package dev.couplet.bound;

import static org.junit.jupiter.api.Assertions.assertEquals;
import static org.junit.jupiter.api.Assertions.assertThrows;
import static org.junit.jupiter.api.Assertions.assertTrue;

import dev.couplet.exact.Published;
import dev.couplet.exact.TestForms;
import dev.couplet.exact.TestForms.Regime;
import dev.couplet.form.Ising;
import dev.couplet.form.Qubo;
import dev.couplet.form.State;
import dev.couplet.sampling.Effort;
import dev.couplet.sampling.Run;
import dev.couplet.sampling.Watch;
import dev.couplet.sampling.Watch.StopSignal;
import java.time.Duration;
import java.util.concurrent.atomic.AtomicLong;
import org.junit.jupiter.api.Test;

class SemidefiniteBoundTest {
  private static final SemidefiniteBound BOUND = SemidefiniteBound.standard();

  /**
   * The ring of five spins that want to differ: the relaxation turns neighbours by 144 degrees, 5
   * cos(144) = -4.045 (Goemans and Williamson 1995, section 5, in terms of the cut). A weak field
   * on a sixth spin makes the grid of energies fine.
   */
  @Test
  void ringOfFive() {
    double grain = 0x1p-20;
    Ising.Builder ring = Ising.builder(6).addLinear(5, grain);
    for (int i = 0; i < 5; i++) {
      ring.addPair(i, (i + 1) % 5, 1);
    }
    Qubo form = ring.build().toQubo();
    double relaxed = 5 * Math.cos(Math.toRadians(144)) - grain;
    double bound = BOUND.rounds(1).below(form);
    assertTrue(bound <= relaxed + 4 * grain);
    assertEquals(relaxed, bound, 1e-4);
    // With triangles it is exact here: the cut polytope of five points (Barahona 1983).
    assertEquals(-3 - grain, BOUND.rounds(600).below(form), 0.05);
  }

  /** Of n spins that all want to differ the vectors add up to zero: -n / 2, tight for even n. */
  @Test
  void completeAntiferromagnet() {
    int n = 30;
    Ising.Builder complete = Ising.builder(n);
    for (int i = 0; i < n; i++) {
      for (int j = 0; j < i; j++) {
        complete.addPair(i, j, 1);
      }
    }
    assertEquals(-n / 2.0, BOUND.rounds(1).below(complete.build().toQubo()));
  }

  /**
   * Dense forms, where the roof dual says little: within 4 % of the minimum, the roof dual 20 %
   * off.
   */
  @Test
  void denseForms() {
    for (int seed = 0; seed < 4; seed++) {
      Qubo form = TestForms.random(Regime.DENSE, 18, seed);
      double minimum = TestForms.minimum(form);
      double bound = BOUND.below(form);
      assertTrue(bound <= minimum && bound >= 1.04 * minimum, bound + " for " + minimum);
      double roof = RoofDual.standard().below(form);
      assertTrue(roof < 1.2 * minimum, roof + " for " + minimum);
    }
  }

  /** Billionnet and Elloumi 2007, 100 bits, all pairs: maximum cut 19412, here within 3 %. */
  @Test
  void publishedDenseForm() {
    Ising graph = Published.graph("be/be100.1.mc.gz");
    double minimum = Published.weight(graph) - 2 * 19412.0;
    double bound = BOUND.rounds(150).below(graph.toQubo());
    assertTrue(bound <= minimum);
    assertTrue(bound >= minimum - 0.03 * Math.abs(minimum), () -> bound + " for " + minimum);
  }

  @Test
  void noBits() {
    assertEquals(2.5, BOUND.below(Qubo.builder(0).addConstant(2.5).build()));
    assertEquals(0, BOUND.below(Qubo.builder(3).build()));
  }

  @Test
  void stoppedBeforeTheStartItSaysNothing() {
    StopSignal signal = StopSignal.create();
    signal.stop();
    Run run = Run.of(Effort.draws(1)).watch(Watch.stop(signal));
    assertEquals(Double.NEGATIVE_INFINITY, BOUND.below(TestForms.random(Regime.DENSE, 10, 3), run));
  }

  /** The clock moves 1 ms a look: rounds, triangles and certificates all end soon after. */
  @Test
  void aDeadlineEndsTheRun() {
    Qubo form = TestForms.random(Regime.DENSE, 60, 3);
    double minimumAtMost = form.value(State.zeros(60));
    for (int millis = 1; millis < 4000; millis += 371) {
      AtomicLong looks = new AtomicLong();
      Watch watch = Watch.none().clock(() -> looks.getAndIncrement() * 1_000_000);
      Run run = Run.of(Effort.within(Duration.ofMillis(millis)));
      double bound = BOUND.below(form, run.watch(watch));
      assertTrue(bound <= minimumAtMost);
      assertTrue(looks.get() <= millis + 2, looks + " looks for " + millis);
    }
  }

  @Test
  void refusesWhatItCannotDo() {
    assertThrows(IllegalArgumentException.class, () -> BOUND.rounds(0));
    assertThrows(IllegalArgumentException.class, () -> BOUND.below(Qubo.builder(1401).build()));
  }
}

· · ·

● **Assigned task**: All entries should be transcribed verbatim.

● **Reply**:
package dev.couplet.bound;

import static org.junit.jupiter.api.Assertions.assertEquals;
import static org.junit.jupiter.api.Assertions.assertThrows;
import static org.junit.jupiter.api.Assertions.assertTrue;

import dev.couplet.exact.Published;
import dev.couplet.exact.TestForms;
import dev.couplet.exact.TestForms.Regime;
import dev.couplet.form.Ising;
import dev.couplet.form.Qubo;
import dev.couplet.form.State;
import dev.couplet.sampling.Effort;
import dev.couplet.sampling.Run;
import dev.couplet.sampling.Watch;
import dev.couplet.sampling.Watch.StopSignal;
import java.time.Duration;
import java.util.concurrent.atomic.AtomicLong;
import org.junit.jupiter.api.Test;

class SemidefiniteBoundTest {
  private static final SemidefiniteBound BOUND = SemidefiniteBound.standard();

  /**
   * The ring of five spins that want to differ: the relaxation turns neighbours by 144 degrees, 5
   * cos(144) = -4.045 (Goemans and Williamson 1995, section 5, in terms of the cut). A weak field
   * on a sixth spin makes the grid of energies fine.
   */
  @Test
  void ringOfFive() {
    double grain = 0x1p-20;
    Ising.Builder ring = Ising.builder(6).addLinear(5, grain);
    for (int i = 0; i < 5; i++) {
      ring.addPair(i, (i + 1) % 5, 1);
    }
    Qubo form = ring.build().toQubo();
    double relaxed = 5 * Math.cos(Math.toRadians(144)) - grain;
    double bound = BOUND.rounds(1).below(form);
    assertTrue(bound <= relaxed + 4 * grain);
    assertEquals(relaxed, bound, 1e-4);
    // With triangles it is exact here: the cut polytope of five points (Barahona 1983).
    assertEquals(-3 - grain, BOUND.rounds(600).below(form), 0.05);
  }

  /** Of n spins that all want to differ the vectors add up to zero: -n / 2, tight for even n. */
  @Test
  void completeAntiferromagnet() {
    int n = 30;
    Ising.Builder complete = Ising.builder(n);
    for (int i = 0; i < n; i++) {
      for (int j = 0; j < i; j++) {
        complete.addPair(i, j, 1);
      }
    }
    assertEquals(-n / 2.0, BOUND.rounds(1).below(complete.build().toQubo()));
  }

  /**
   * Dense forms, where the roof dual says little: within 4 % of the minimum, the roof dual 20 %
   * off.
   */
  @Test
  void denseForms() {
    for (int seed = 0; seed < 4; seed++) {
      Qubo form = TestForms.random(Regime.DENSE, 18, seed);
      double minimum = TestForms.minimum(form);
      double bound = BOUND.below(form);
      assertTrue(bound <= minimum && bound >= 1.04 * minimum, bound + " for " + minimum);
      double roof = RoofDual.standard().below(form);
      assertTrue(roof < 1.2 * minimum, roof + " for " + minimum);
    }
  }

  /** Billionnet and Elloumi 2007, 100 bits, all pairs: maximum cut 19412, here within 3 %. */
  @Test
  void publishedDenseForm() {
    Ising graph = Published.graph("be/be100.1.mc.gz");
    double minimum = Published.weight(graph) - 2 * 19412.0;
    double bound = BOUND.rounds(150).below(graph.toQubo());
    assertTrue(bound <= minimum);
    assertTrue(bound >= minimum - 0.03 * Math.abs(minimum), () -> bound + " for " + minimum);
  }

  @Test
  void noBits() {
    assertEquals(2.5, BOUND.below(Qubo.builder(0).addConstant(2.5).build()));
    assertEquals(0, BOUND.below(Qubo.builder(3).build()));
  }

  @Test
  void stoppedBeforeTheStartItSaysNothing() {
    StopSignal signal = StopSignal.create();
    signal.stop();
    Run run = Run.of(Effort.draws(1)).watch(Watch.stop(signal));
    assertEquals(Double.NEGATIVE_INFINITY, BOUND.below(TestForms.random(Regime.DENSE, 10, 3), run));
  }

  /** The clock moves 1 ms a look: rounds, triangles and certificates all end soon after. */
  @Test
  void aDeadlineEndsTheRun() {
    Qubo form = TestForms.random(Regime.DENSE, 60, 3);
    double minimumAtMost = form.value(State.zeros(60));
    for (int millis = 1; millis < 4000; millis += 371) {
      AtomicLong looks = new AtomicLong();
      Watch watch = Watch.none().clock(() -> looks.getAndIncrement() * 1_000_000);
      Run run = Run.of(Effort.within(Duration.ofMillis(millis)));
      double bound = BOUND.below(form, run.watch(watch));
      assertTrue(bound <= minimumAtMost);
      assertTrue(looks.get() <= millis + 2, looks + " looks for " + millis);
    }
  }

  @Test
  void refusesWhatItCannotDo() {
    assertThrows(IllegalArgumentException.class, () -> BOUND.rounds(0));
    assertThrows(IllegalArgumentException.class, () -> BOUND.below(Qubo.builder(1401).build()));
  }
}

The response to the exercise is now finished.